** Aim of the task **
Please output, without any change, the lines of the material below from the very first through the one with "rests_on: tuple".

** Data listing **
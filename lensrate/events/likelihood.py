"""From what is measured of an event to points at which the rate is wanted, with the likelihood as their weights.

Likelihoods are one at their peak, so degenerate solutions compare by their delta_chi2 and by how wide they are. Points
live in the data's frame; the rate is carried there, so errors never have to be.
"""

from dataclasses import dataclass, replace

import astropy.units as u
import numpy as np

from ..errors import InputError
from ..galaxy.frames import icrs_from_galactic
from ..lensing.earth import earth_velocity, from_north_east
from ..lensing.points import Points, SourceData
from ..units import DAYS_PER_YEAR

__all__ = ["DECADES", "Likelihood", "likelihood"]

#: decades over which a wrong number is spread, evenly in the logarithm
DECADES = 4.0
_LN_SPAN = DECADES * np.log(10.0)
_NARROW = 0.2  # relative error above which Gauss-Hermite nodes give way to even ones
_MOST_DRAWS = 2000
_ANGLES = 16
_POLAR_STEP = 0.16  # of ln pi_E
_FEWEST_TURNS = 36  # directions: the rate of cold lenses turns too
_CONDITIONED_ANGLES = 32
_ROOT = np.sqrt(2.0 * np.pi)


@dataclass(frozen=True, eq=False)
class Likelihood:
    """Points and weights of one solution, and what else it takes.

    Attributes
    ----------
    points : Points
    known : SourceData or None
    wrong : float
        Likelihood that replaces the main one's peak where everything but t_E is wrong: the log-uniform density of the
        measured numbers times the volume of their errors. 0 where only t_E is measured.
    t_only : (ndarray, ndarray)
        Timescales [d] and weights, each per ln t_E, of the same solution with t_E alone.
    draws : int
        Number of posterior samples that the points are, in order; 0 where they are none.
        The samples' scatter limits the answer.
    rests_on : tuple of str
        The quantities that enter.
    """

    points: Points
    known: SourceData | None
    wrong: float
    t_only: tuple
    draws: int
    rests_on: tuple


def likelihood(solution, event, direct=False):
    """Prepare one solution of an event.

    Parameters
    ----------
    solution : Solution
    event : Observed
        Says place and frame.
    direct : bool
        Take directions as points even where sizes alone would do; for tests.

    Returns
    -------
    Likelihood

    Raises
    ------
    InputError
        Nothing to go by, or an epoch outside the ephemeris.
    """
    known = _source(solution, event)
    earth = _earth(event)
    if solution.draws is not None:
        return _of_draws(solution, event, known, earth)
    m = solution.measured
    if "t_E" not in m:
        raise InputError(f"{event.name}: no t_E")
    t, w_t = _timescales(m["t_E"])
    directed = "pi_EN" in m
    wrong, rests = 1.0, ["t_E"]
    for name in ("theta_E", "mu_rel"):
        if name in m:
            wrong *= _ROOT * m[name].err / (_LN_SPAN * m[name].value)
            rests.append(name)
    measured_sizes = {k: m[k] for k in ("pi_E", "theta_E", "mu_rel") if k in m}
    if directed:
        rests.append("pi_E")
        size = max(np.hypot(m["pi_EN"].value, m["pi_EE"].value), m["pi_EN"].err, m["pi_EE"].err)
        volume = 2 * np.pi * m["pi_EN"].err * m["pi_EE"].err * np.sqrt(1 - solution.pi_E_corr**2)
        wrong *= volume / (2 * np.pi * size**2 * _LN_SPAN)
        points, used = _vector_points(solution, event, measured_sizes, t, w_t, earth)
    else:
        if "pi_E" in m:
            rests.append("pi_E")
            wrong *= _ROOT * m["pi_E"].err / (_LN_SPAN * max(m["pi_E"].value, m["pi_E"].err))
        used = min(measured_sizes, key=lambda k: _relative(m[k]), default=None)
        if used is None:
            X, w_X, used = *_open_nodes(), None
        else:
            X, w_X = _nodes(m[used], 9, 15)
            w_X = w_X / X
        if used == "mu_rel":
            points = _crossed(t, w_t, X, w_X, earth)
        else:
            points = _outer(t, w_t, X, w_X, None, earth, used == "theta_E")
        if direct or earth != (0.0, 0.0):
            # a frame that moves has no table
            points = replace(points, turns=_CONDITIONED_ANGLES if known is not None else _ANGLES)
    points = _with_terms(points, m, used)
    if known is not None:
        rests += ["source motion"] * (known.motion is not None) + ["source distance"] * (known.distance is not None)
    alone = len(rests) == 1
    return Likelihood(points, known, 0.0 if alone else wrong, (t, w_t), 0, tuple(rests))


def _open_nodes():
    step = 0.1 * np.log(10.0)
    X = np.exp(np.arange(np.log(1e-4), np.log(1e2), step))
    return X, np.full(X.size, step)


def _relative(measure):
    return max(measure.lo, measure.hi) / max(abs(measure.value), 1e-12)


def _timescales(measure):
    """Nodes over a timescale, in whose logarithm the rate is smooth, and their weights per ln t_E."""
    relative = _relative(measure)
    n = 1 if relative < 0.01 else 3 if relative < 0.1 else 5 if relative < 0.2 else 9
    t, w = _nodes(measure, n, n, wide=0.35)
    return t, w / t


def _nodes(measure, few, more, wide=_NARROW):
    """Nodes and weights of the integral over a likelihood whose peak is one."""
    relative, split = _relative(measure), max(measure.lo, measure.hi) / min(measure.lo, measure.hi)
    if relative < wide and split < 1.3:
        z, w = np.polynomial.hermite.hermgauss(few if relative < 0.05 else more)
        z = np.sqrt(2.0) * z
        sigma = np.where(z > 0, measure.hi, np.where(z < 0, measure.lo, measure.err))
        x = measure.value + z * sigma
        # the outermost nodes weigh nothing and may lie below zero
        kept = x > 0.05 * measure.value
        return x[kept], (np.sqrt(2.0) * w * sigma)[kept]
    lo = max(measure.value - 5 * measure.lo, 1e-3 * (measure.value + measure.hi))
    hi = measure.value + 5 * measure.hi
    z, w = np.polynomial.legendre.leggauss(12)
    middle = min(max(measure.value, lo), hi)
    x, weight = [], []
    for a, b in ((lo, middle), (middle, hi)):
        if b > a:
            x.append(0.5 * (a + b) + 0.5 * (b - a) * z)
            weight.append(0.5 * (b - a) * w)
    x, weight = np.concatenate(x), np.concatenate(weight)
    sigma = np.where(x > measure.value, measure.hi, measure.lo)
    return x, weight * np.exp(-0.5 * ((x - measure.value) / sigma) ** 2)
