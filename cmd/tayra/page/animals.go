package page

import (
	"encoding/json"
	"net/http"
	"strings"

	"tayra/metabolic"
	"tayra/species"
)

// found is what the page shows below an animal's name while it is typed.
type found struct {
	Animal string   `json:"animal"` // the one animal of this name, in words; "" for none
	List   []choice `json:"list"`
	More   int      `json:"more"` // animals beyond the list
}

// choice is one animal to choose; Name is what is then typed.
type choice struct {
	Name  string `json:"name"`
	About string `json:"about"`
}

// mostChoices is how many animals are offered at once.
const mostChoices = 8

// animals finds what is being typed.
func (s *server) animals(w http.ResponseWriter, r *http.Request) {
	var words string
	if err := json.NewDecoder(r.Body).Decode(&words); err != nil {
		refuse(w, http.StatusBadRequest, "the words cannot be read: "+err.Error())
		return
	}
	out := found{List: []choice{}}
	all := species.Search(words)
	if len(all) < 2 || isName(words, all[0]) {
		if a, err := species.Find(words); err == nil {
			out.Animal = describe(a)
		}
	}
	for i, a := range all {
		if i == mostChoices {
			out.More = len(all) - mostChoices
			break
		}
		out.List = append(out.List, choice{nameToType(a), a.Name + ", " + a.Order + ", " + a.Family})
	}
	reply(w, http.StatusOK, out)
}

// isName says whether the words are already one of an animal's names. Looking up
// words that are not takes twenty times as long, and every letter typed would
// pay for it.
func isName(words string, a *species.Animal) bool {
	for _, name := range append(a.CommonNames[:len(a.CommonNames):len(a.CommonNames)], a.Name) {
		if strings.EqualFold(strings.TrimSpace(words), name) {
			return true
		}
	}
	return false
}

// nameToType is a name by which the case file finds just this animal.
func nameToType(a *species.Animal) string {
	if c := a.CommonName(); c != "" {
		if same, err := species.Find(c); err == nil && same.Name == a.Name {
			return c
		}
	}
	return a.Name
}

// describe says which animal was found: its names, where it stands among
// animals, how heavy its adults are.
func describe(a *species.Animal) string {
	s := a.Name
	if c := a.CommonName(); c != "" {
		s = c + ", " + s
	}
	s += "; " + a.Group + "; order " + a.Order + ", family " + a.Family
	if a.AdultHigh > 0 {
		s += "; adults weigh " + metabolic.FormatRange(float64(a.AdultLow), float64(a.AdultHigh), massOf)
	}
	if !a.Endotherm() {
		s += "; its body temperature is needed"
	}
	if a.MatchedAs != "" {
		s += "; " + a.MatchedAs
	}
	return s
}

** Solved problem **
filename lensrate/events/likelihood.py
"""From what is measured of an event to points at which the rate is wanted, with the likelihood as their weights.

Likelihoods are one at their peak, so degenerate solutions compare by their delta_chi2 and by how wide they are. Points
live in the data's frame; the rate is carried there, so errors never have to be.
"""

from dataclasses import dataclass, replace

import astropy.units as u
import numpy as np

from ..errors import InputError
from ..galaxy.frames import icrs_from_galactic
from ..lensing.earth import earth_velocity, from_north_east
from ..lensing.points import Points, SourceData
from ..units import DAYS_PER_YEAR

__all__ = ["DECADES", "Likelihood", "likelihood"]

#: decades over which a wrong number is spread, evenly in the logarithm
DECADES = 4.0
_LN_SPAN = DECADES * np.log(10.0)
_NARROW = 0.2  # relative error above which Gauss-Hermite nodes give way to even ones
_MOST_DRAWS = 2000
_ANGLES = 16
_POLAR_STEP = 0.16  # of ln pi_E
_FEWEST_TURNS = 36  # directions: the rate of cold lenses turns too
_CONDITIONED_ANGLES = 32
_ROOT = np.sqrt(2.0 * np.pi)


@dataclass(frozen=True, eq=False)
class Likelihood:
    """Points and weights of one solution, and what else it takes.

    Attributes
    ----------
    points : Points
    known : SourceData or None
    wrong : float
        Likelihood that replaces the main one's peak where everything but t_E is wrong: the log-uniform density of the
        measured numbers times the volume of their errors. 0 where only t_E is measured.
    t_only : (ndarray, ndarray)
        Timescales [d] and weights, each per ln t_E, of the same solution with t_E alone.
    draws : int
        Number of posterior samples that the points are, in order; 0 where they are none.
        The samples' scatter limits the answer.
    rests_on : tuple of str
        The quantities that enter.
    """

    points: Points
    known: SourceData | None
    wrong: float
    t_only: tuple
    draws: int
    rests_on: tuple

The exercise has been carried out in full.